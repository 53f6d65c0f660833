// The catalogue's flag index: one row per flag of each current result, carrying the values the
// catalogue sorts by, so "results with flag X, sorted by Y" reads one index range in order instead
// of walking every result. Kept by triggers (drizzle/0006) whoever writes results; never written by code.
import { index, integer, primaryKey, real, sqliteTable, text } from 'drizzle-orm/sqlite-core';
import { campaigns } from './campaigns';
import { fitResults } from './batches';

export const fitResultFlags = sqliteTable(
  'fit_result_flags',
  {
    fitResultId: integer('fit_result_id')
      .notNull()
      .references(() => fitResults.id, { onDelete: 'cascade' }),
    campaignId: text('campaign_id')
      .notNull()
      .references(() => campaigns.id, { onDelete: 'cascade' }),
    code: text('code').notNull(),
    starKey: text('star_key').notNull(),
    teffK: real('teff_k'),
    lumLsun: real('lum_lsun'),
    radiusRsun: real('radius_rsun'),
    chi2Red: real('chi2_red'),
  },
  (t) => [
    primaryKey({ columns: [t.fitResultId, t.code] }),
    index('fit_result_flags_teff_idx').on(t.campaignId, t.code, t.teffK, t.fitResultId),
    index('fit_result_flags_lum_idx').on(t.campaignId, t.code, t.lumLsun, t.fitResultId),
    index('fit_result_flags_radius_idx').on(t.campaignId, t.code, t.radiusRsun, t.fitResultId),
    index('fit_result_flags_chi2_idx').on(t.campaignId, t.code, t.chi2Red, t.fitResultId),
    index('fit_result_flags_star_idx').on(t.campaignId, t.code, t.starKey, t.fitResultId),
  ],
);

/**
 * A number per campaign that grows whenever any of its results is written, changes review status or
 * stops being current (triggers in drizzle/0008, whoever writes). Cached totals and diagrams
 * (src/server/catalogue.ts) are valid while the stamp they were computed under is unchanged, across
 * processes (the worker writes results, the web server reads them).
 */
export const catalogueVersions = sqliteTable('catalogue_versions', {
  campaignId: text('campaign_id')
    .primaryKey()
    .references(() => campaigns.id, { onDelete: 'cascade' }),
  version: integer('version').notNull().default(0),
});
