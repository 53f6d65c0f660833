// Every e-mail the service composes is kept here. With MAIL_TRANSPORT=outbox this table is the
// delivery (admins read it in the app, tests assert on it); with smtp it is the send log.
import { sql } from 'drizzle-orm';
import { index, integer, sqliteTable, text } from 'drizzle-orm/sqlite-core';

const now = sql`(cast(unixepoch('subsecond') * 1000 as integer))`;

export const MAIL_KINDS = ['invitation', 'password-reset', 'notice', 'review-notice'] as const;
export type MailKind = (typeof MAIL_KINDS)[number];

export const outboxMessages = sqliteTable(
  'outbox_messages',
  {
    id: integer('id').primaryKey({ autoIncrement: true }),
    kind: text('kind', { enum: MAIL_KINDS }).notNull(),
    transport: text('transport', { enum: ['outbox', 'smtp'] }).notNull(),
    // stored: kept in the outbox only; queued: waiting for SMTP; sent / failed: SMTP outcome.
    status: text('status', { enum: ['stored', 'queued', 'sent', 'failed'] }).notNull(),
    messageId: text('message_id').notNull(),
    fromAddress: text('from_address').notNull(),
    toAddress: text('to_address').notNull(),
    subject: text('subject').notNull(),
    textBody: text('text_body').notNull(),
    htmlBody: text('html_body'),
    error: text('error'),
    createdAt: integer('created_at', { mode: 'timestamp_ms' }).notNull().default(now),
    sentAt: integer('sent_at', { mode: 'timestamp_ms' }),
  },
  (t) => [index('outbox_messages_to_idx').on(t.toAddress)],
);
◆ ◆ ◆ ◆ ◆
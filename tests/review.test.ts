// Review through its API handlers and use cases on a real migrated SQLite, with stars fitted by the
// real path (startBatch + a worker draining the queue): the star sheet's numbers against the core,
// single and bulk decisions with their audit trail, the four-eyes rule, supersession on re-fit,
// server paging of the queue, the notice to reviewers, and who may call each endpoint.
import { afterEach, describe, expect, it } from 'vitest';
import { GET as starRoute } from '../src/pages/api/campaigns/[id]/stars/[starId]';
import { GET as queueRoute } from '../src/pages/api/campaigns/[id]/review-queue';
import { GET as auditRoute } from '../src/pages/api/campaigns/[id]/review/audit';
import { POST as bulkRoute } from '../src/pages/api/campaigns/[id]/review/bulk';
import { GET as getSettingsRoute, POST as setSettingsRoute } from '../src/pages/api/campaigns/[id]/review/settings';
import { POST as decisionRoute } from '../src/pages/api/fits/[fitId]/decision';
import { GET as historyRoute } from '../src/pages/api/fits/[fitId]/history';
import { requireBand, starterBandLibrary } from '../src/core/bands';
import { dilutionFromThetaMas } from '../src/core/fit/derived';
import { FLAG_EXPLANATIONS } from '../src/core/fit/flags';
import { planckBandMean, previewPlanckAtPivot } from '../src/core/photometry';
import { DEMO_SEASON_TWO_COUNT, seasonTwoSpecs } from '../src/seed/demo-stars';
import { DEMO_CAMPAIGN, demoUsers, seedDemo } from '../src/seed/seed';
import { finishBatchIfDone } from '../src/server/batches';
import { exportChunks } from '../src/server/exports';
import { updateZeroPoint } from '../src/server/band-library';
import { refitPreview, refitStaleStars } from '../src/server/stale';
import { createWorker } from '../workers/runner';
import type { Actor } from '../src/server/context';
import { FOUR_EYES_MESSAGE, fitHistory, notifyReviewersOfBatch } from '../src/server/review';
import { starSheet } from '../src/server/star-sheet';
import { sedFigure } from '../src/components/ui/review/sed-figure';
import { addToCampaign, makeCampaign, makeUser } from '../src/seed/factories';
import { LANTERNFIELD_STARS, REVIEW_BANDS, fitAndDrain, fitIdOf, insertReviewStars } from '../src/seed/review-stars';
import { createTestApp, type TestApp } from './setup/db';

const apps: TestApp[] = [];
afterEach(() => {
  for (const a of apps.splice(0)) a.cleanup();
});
◆ ◆ ◆ ◆ ◆
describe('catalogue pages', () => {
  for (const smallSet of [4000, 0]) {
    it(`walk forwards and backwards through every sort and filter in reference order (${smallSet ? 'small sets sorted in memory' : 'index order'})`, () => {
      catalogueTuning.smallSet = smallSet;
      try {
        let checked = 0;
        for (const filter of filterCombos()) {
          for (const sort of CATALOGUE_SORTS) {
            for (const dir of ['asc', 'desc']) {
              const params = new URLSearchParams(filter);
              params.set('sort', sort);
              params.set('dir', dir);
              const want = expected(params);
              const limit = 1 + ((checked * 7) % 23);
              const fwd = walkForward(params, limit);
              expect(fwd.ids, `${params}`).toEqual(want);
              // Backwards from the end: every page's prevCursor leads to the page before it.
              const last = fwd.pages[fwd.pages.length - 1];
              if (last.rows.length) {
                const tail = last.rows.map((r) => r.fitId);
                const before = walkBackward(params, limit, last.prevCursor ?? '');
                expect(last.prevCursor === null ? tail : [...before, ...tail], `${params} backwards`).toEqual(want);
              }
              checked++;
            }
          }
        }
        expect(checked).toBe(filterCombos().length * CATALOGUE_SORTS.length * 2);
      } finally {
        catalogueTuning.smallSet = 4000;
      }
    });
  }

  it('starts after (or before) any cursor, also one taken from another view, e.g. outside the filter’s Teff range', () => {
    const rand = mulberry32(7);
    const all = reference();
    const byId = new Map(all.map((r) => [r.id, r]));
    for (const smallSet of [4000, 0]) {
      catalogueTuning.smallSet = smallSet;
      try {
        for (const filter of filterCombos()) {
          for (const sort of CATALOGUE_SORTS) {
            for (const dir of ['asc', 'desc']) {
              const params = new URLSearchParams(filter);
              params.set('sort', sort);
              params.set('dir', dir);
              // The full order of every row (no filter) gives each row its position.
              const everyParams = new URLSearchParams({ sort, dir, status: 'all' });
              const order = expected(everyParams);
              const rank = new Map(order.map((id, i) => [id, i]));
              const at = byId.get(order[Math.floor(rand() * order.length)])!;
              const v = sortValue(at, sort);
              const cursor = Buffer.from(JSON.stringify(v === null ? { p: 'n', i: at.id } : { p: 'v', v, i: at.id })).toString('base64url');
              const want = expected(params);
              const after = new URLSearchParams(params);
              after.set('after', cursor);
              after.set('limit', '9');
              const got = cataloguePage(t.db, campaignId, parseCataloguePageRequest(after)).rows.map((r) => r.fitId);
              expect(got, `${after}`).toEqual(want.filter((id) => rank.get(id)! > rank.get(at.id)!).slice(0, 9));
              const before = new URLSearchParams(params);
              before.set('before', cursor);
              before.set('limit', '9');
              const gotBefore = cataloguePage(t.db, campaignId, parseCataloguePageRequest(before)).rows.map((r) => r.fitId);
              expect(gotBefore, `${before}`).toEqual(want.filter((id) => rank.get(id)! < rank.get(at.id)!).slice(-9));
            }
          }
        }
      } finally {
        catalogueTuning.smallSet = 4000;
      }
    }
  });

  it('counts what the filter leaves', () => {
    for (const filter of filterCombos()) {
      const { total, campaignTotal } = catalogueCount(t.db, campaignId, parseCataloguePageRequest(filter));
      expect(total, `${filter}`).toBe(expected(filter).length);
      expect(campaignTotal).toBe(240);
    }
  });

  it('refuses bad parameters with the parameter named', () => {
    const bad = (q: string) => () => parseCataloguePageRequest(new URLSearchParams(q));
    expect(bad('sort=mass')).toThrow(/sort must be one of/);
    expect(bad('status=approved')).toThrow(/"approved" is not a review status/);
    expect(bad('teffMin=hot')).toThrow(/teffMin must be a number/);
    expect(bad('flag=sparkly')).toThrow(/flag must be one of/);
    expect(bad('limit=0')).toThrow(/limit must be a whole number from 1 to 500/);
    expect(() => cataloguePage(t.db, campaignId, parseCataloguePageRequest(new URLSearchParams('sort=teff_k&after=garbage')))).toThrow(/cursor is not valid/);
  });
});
◆ ◆ ◆ ◆ ◆
What to produce |
Provide only the count of lines above in which the word "batches" occurs.

Task response |
2